Scan the data below and copy each line where "defineRule" occurs.
--- Information ---
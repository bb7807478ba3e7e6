import { test } from 'vitest';
import { checkRule } from '../testing/check-rule';
import { rotaryLeftTurned } from './rotary-left-turned';

test('flags a rotary axis that does not come back', () => {
  checkRule(
    rotaryLeftTurned,
    { machine: { travel: { a: [-3600, 3600] } }, offsets: { work: { G54: { a: 0 } } } },
    `
G21 G90 G54
G0 A90
M30
^^^ rotary-left-turned: The rotary axis stands at 90° as the program ends, not at 0° where it began.
`,
  );
});

test('allows whole turns and a way back', () => {
  checkRule(
    rotaryLeftTurned,
    { machine: { travel: { a: [-3600, 3600] } }, offsets: { work: { G54: { a: 0 } } } },
    `
G21 G90 G54
G0 A90
G0 A720
M30
`,
  );
});
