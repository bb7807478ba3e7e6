import { text } from './finding-data';
import { reportProblem } from './report-problem';
import { defineRule } from './rule';

/** O for 0, l for 1. */
export const letterForDigit = defineRule({
  id: 'letter-for-digit',
  group: 'reading',
  title: 'A letter where a digit belongs',
  severity: 'stop',
  protects: 'The change, the offset or the move that the controller will not find in this word.',
  explanation:
    'Typed by hand, the letter O passes for a nought and l for a one. The controller reads neither, and may drop the word without a word.',
  examples: { bad: 'G21 G90 G54\nT1 MO6\nM30', good: 'G21 G90 G54\nT1 M06\nM30' },
  word: (data) => ({
    message: `${text(data, 'what')} holds the letter ${text(data, 'letter')} where a digit belongs.`,
    advice: 'Write the digit.',
  }),
  observe: (_shop, report) => reportProblem(report, 'letter-for-digit'),
});
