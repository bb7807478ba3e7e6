import { test } from 'vitest';
import { checkRule } from '../testing/check-rule';
import { lengthOffsetCancelledLow } from './length-offset-cancelled-low';

test('flags a program move that goes down after G49', () => {
  checkRule(
    lengthOffsetCancelledLow,
    {},
    `
G21 G90 G54
T1 M6
G43 H1 G0 Z50
G49
G0 Z20
   ^^^ length-offset-cancelled-low: The length offset of T1 (10 mm end mill) is cancelled (line 4), and Z then moves down by 125 mm (4.921 in) in program coordinates.
M30
`,
  );
});

test('allows G49 before machine moves, moves up, and cancelling before the length was applied', () => {
  checkRule(
    lengthOffsetCancelledLow,
    { offsets: { work: { G54: { z: -90 } } } },
    `
G21 G90 G54 G49
T1 M6
G43 H1 G0 Z-80
G49
G53 G0 Z0
T2 M6
G43 H2 G0 Z-80
G49 G0 Z80
G28
M30
`,
  );
});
---
#### Exercise output
import { defineRule } from './rule';
export const letterForDigit = defineRule({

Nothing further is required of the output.